Из маленького белого домика вышел невысокий плотный человек, лысый, с желтыми кошачьими глазами на широком лице, в сером летнем пальто внакидку. Он медленно приковылял к нам на кривых ногах, по-приятельски поздоровался:
— Доброе утро, учитель! Ну как, мы в полной готовности, а? — И засмеялся, показывая под щетинистыми усами желтые изъеденные зубы. — Вот и превосходно. Поедете по холодку. Это ваши вещи? О, какое красивое блюдо! Откуда оно у вас? Похоже, албанское. Верно? Так я и думал. Тюфяки, одеяло, посуда — вся домашняя утварь…
Перед сундуком, разрисованным разноцветными длиннохвостыми птицами, он в восторге остолбенел:
— Художественная отделка!
В этом сундуке мать хранила все самое ценное и дорогое, что у нее было: свое приданое, украшения, белье, верхнюю одежду.
— Что же там внутри? — спросил чиновник и поднял крышку. — А, одежда.
И он начал вытаскивать вещь за вещью небрежно, нехотя, все время повторяя:
— Хорошее платье. Домашняя работа. Браво, госпожа.
Вынул искусной вязки фартук с пестрыми цветами.
— Хороший фартук. Чудесный. Хорошая вещь. Браво, госпожа.
Он долго им любуется, щурит глаза, отступает на один шаг и не перестает хвалить, так что щеки матери слегка розовеют.
Рассматривает сверток белого шелкового полотна с желтой каймой.
— Сколько метров в этом куске? — спрашивает мимоходом.
— Сколько аршин, — быстро вмешивается отец. — Она в метрах не разбирается.
— Тридцать аршин, — отвечает мать.
— Значит, около двадцати метров. Откуда оно у вас?
— Сама… Сама и шелковичных червей выкормила, сама и полотно выткала, — говорит мать, испуганно глядя на отца.
Чиновник поддернул пальто над левым плечом и озадаченно задумался. Потом сказал:
— Это хорошо, госпожа, что вы сами его ткали, но плохо, что его много. Надо посмотреть в циркуляре, сколько метров можно ввозить через границу для личных нужд.
Он откладывает сверток в сторону и продолжает рыться в сундуке, вытаскивать домотканые полотенца, рубашки, чулки, косынки, серебряные пряжки, золотые монеты для ожерелья… Все разглядывает, все хвалит.

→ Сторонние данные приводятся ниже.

ALTER TABLE `breach_events` ADD `assignee_user_id` varchar(40);--> statement-breakpoint
ALTER TABLE `breaches` ADD `use` enum('text','large-text','non-text','focus-adjacent','focus-change','link-in-text') NOT NULL;--> statement-breakpoint
-- Rows of before: what the kind and the requirement tell of the use.
UPDATE `breaches` SET `use` = CASE WHEN `kind` = 'non-text' THEN 'non-text' WHEN `kind` = 'focus' THEN 'focus-adjacent' WHEN `kind` = 'link' THEN 'link-in-text' WHEN `required` < 4.5 THEN 'large-text' ELSE 'text' END;--> statement-breakpoint
ALTER TABLE `ci_sightings` ADD `identity` varchar(1024) NOT NULL;--> statement-breakpoint
ALTER TABLE `ci_sightings` ADD `is_protected` boolean NOT NULL;--> statement-breakpoint
ALTER TABLE `ci_sightings` ADD `foreground_token_id` varchar(300) NOT NULL;--> statement-breakpoint
ALTER TABLE `ci_sightings` ADD `background_token_id` varchar(300) NOT NULL;--> statement-breakpoint
ALTER TABLE `ci_sightings` ADD `names` json NOT NULL;--> statement-breakpoint
ALTER TABLE `ci_sightings` ADD `kind` enum('text','non-text','focus','link') NOT NULL;--> statement-breakpoint
ALTER TABLE `ci_sightings` ADD `use` enum('text','large-text','non-text','focus-adjacent','focus-change','link-in-text') NOT NULL;--> statement-breakpoint
ALTER TABLE `ci_sightings` ADD `theme_id` varchar(40) NOT NULL;--> statement-breakpoint
ALTER TABLE `ci_sightings` ADD `fg_state` enum('rest','hover','active','focus','disabled') NOT NULL;--> statement-breakpoint
ALTER TABLE `ci_sightings` ADD `bg_state` enum('rest','hover','active','focus','disabled') NOT NULL;--> statement-breakpoint
ALTER TABLE `ci_sightings` ADD `basis` enum('srgb','p3') NOT NULL;--> statement-breakpoint
ALTER TABLE `ci_sightings` ADD `gating` boolean NOT NULL;--> statement-breakpoint
ALTER TABLE `ci_sightings` ADD `ratio` double NOT NULL;--> statement-breakpoint
ALTER TABLE `ci_sightings` ADD `required` double NOT NULL;--> statement-breakpoint
ALTER TABLE `ci_sightings` ADD `foreground_hex` varchar(9) NOT NULL;--> statement-breakpoint
ALTER TABLE `ci_sightings` ADD `background_hex` varchar(9) NOT NULL;--> statement-breakpoint
ALTER TABLE `ci_sightings` ADD `last_check_id` varchar(40) NOT NULL;--> statement-breakpoint
ALTER TABLE `checks` ADD `logged` json;--> statement-breakpoint
ALTER TABLE `memberships` ADD `created_at` datetime(3) DEFAULT current_timestamp(3) NOT NULL;--> statement-breakpoint
ALTER TABLE `breach_events` ADD CONSTRAINT `breach_events_assignee_user_id_users_id_fk` FOREIGN KEY (`assignee_user_id`) REFERENCES `users`(`id`) ON DELETE restrict ON UPDATE restrict;--> statement-breakpoint
ALTER TABLE `ci_sightings` ADD CONSTRAINT `ci_sightings_last_check_id_checks_id_fk` FOREIGN KEY (`last_check_id`) REFERENCES `checks`(`id`) ON DELETE restrict ON UPDATE restrict;--> statement-breakpoint
CREATE INDEX `ci_sightings_system_id_first_seen_at_idx` ON `ci_sightings` (`system_id`,`first_seen_at`);--> statement-breakpoint
CREATE INDEX `ci_sightings_is_protected_last_seen_at_idx` ON `ci_sightings` (`is_protected`,`last_seen_at`);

— Браво, госпожа! Как вас не обобрали эти турки. Сейчас посмотрим, что делать с шелком. Удивительные, учитель, порядки у нас в Болгарии. Ну, скажи пожалуйста, каждый день новые циркуляры, новые постановления.
Выпрямился и добавил:
— Сейчас смерю, сколько здесь полотна. Кажется, больше пятнадцати метров нельзя ввозить для личных нужд. Да, да. Ну, а за остальное придется вам кое-что там заплатить, пустяки какие-нибудь… Мы не сочтем это за контрабанду.
Начался спор. Отец мой утверждал, что полотно такая же необходимая вещь в хозяйстве, как мука или сухие фрукты, что оно для личных нужд, а не для продажи, но чиновник принял обиженный вид и сказал несколько свысока:
— Прошу, прошу, учитель, и мы не лыком шиты. В этой стране есть законы.

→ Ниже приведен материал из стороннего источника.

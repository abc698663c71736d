import type { Evaluation, PairMeasure, Subject } from './evaluation.ts'
import { createFindingWriter } from './finding-writer.ts'
import type { Judge, Judgement } from './judgement.ts'
import { identityOfRow, reachOfRow } from './measured-row.ts'
import type { Finding, Outcome } from './model.ts'

/** Strictest first: what an entry made of several findings answers. */
const STRICTNESS: readonly Outcome[] = ['breach', 'waived', 'known', 'pass', 'exempt']

/** One entry of a verdict: the row that speaks for it, and every measure that declares it. */
export interface Entry {
  readonly measure: PairMeasure
  readonly row: number
  readonly judgement: Judgement
  readonly declared: readonly PairMeasure[]
}

type Visit = (measure: PairMeasure, row: number, judgement: Judgement, merged?: Entry) => void

function speaksLouder(evaluation: Evaluation, challenger: Entry, holder: Entry): boolean {
  const order =
    STRICTNESS.indexOf(challenger.judgement.outcome) - STRICTNESS.indexOf(holder.judgement.outcome)
  if (order !== 0) return order < 0
  const reach = (entry: Entry) => reachOfRow(evaluation, entry.measure, entry.row)
  return reach(challenger) < reach(holder)
}

function mergedEntries(evaluation: Evaluation, subject: Subject, judge: Judge): Entry[] {
  const entries = new Map<string, Entry>()
  for (const member of subject.members) {
    const measure = evaluation.measures[member]!
    for (let row = 0; row < measure.ratio.length; row++) {
      const identity = identityOfRow(evaluation, measure, row)
      const holder = entries.get(identity)
      const declared = [...(holder?.declared ?? []), measure]
      const challenger = { measure, row, judgement: judge(measure, row), declared }
      const isLouder = holder === undefined || speaksLouder(evaluation, challenger, holder)
      entries.set(identity, isLouder ? challenger : { ...holder, declared })
    }
  }
  return [...entries.values()]
}

/** Visits each entry of a subject once; where one pair alone declares it, no object is made. */
export function visitEntries(
  evaluation: Evaluation,
  subject: Subject,
  judge: Judge,
  visit: Visit,
): void {
  if (subject.members.length === 1) {
    const measure = evaluation.measures[subject.members[0]!]!
    for (let row = 0; row < measure.ratio.length; row++) visit(measure, row, judge(measure, row))
    return
  }
  for (const entry of mergedEntries(evaluation, subject, judge)) {
    visit(entry.measure, entry.row, entry.judgement, entry)
  }
}

/** Writes an entry out as a finding. */
export function toFinding(evaluation: Evaluation, entry: Entry): Finding {
  const { measure, row, judgement, declared } = entry
  return createFindingWriter(evaluation)(measure, row, judgement, declared)
}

Отец покраснел, снял шляпу и начал обмахивать ей лицо. Он ответил, что законы есть, но есть и невежды чиновники и что, если потребуется, он подаст жалобу прямо господину Стамболову…
— Можешь жаловаться хоть самому князю, — отрезал таможенник и двинулся с полотном под мышкой к домику.

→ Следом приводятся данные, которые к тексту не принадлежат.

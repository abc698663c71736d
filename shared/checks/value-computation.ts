import { adjusted, toResolvedColor } from './color-arithmetic.ts'
import { type ModelGraph, stateAt } from './model-graph.ts'
import type { State } from './model.ts'
import type { Provenance } from './provenance.ts'
import { type ResolvedCell, type ResolvedColor, STATE_COUNT } from './resolved.ts'
import { type SharedProvenance, sharedByState, sharedByTheme } from './shared-provenance.ts'
import { applyStateRule, type StepDirection, stepDirection } from './state-rule.ts'
import { applyThemeRule, type ThemeSide, type ThemeSpan } from './theme-rule.ts'
import { isKept, matchReferences, type ValuePlace } from './value-edges.ts'
import { referenceAt, type ValuePlan } from './value-plan.ts'

/** What a pass has computed so far. */
export interface ValuePass {
  readonly graph: ModelGraph
  /**
   * By token position, for those that are computed, then by theme position × STATE_COUNT + state position;
   * undefined where not yet computed, or where a value hangs on a missing or cyclic reference.
   */
  readonly rows: readonly ((ResolvedCell | undefined)[] | undefined)[]
  /** Cells of a token that is not computed again. */
  knownRow(token: number): readonly ResolvedCell[]
  /** By token position × themes + theme position. */
  readonly directions: Map<number, StepDirection>
  /** Absent: provenances are not shared. */
  readonly shared?: SharedProvenance
}

/** A value computed before; undefined where it hangs on a missing or cyclic reference. */
function cellAt(
  pass: ValuePass,
  token: number,
  theme: number,
  state: State,
): ResolvedCell | undefined {
  if (token < 0) return undefined
  const row = pass.rows[token] ?? pass.knownRow(token)
  return row[theme * STATE_COUNT + stateAt(state)]
}

function restColor(pass: ValuePass, token: number, theme: number): ResolvedColor | undefined {
  return cellAt(pass, token, theme, 'rest')?.color
}

function follow(
  pass: ValuePass,
  plan: Extract<ValuePlan, { kind: 'follow' }>,
  theme: number,
): ResolvedCell | undefined {
  const position = pass.graph.tokenAt.get(plan.target)
  if (position === undefined) return undefined
  const target = cellAt(pass, position, theme, plan.state)
  if (target === undefined) return undefined
  const { adjustment, state } = plan
  if (adjustment === undefined) {
    const provenance: Provenance = { from: 'alias', token: plan.target, state }
    return { color: target.color, provenance, aliasDepth: target.aliasDepth + 1 }
  }
  const provenance: Provenance = { from: 'derived', token: plan.target, state, adjustment }
  return { color: adjusted(target.color, adjustment), provenance, aliasDepth: 0 }
}

/** A theme's side of a rule; for what the rule does not look at, and so does not wait for, the ground stands in. */
function sideOf(
  pass: ValuePass,
  theme: number,
  looksAt: { readonly ink: boolean; readonly reference: number | undefined },
): ThemeSide | undefined {
  const { grounds, inks } = pass.graph
  const groundAt = grounds[theme]!
  const ground = restColor(pass, groundAt, theme)
  const ink = restColor(pass, looksAt.ink ? inks[theme]! : groundAt, theme)
  const reference = restColor(pass, looksAt.reference ?? groundAt, theme)
  return ground && ink && reference ? { ground, ink, reference } : undefined
}

const KEPT = { kind: 'keep' } as const

function ruleByTheme(
  pass: ValuePass,
  plan: Extract<ValuePlan, { kind: 'theme-rule' }>,
  place: ValuePlace,
): ResolvedCell | undefined {
  const { graph } = pass
  const parent = graph.parents[place.theme]!
  const before = cellAt(pass, place.token, parent, place.state)
  if (before === undefined) return undefined
  const rule = isKept(graph, plan, place) ? KEPT : plan.rule
  let span: ThemeSpan | undefined
  if (rule.kind !== 'keep' && rule.kind !== 'shift') {
    const against =
      rule.kind === 'match-contrast' ? matchReferences(graph, plan, place.theme) : undefined
    const ink = rule.kind !== 'relative'
    const own = sideOf(pass, place.theme, { ink, reference: against?.own })
    const from = sideOf(pass, parent, { ink, reference: against?.parent })
    if (!own || !from) return undefined
    span = { own, parent: from }
  }
  const { color, short } = applyThemeRule(before.color, rule, span)
  const theme = graph.model.themes[place.theme]!.id
  const told = { from: 'theme-rule', theme, rule, ...(short ? { short } : {}) } as const
  const provenance = pass.shared ? sharedByTheme(pass.shared, rule, told) : told
  return { color, provenance, aliasDepth: 0 }
}

function directionOf(
  pass: ValuePass,
  rest: ResolvedColor,
  place: ValuePlace,
): StepDirection | undefined {
  const { graph } = pass
  const row = place.token * graph.parents.length + place.theme
  const known = pass.directions.get(row)
  if (known || place.largest === undefined) return known
  const at = referenceAt(graph, place.largest.towards.reference, place.theme)
  const reference = restColor(pass, at, place.theme)
  const ink = restColor(pass, graph.inks[place.theme]!, place.theme)
  if (!reference || !ink) return undefined
  const direction = stepDirection(rest, { step: place.largest, reference, ink })
  pass.directions.set(row, direction)
  return direction
}

function ruleByState(
  pass: ValuePass,
  plan: Extract<ValuePlan, { kind: 'state-rule' }>,
  place: ValuePlace,
): ResolvedCell | undefined {
  const rest = restColor(pass, place.token, place.theme)
  if (rest === undefined) return undefined
  const direction = plan.rule.lightness === 0 ? undefined : directionOf(pass, rest, place)
  if (plan.rule.lightness !== 0 && direction === undefined) return undefined
  const { state, rule } = plan
  const { color, provenance: told } = applyStateRule(rest, { state, rule, direction })
  const provenance = pass.shared ? sharedByState(pass.shared, rule, told) : told
  return { color, provenance, aliasDepth: 0 }
}

/** Computes one value once everything that it is computed from is there; undefined where that is broken. */
export function computeValue(
  pass: ValuePass,
  plan: ValuePlan,
  place: ValuePlace,
): ResolvedCell | undefined {
  switch (plan.kind) {
    case 'set': {
      const isSource = place.theme === 0 && place.state === 'rest'
      const provenance: Provenance = { from: isSource ? 'source' : 'override' }
      return { color: toResolvedColor(plan.value.color), provenance, aliasDepth: 0 }
    }
    case 'follow':
      return follow(pass, plan, place.theme)
    case 'theme-rule':
      return ruleByTheme(pass, plan, place)
    case 'state-rule':
      return ruleByState(pass, plan, place)
  }
}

Мать все бережно сложила, привела в порядок сундук, потом села на него и задумалась. Ее привело в отчаянье, что могут отнять самое ценное, над чем она собственноручно трудилась дни и ночи.
45
Стамболов, в 1887–1894 гг. председатель совета министров, проводил враждебную России внешнюю политику.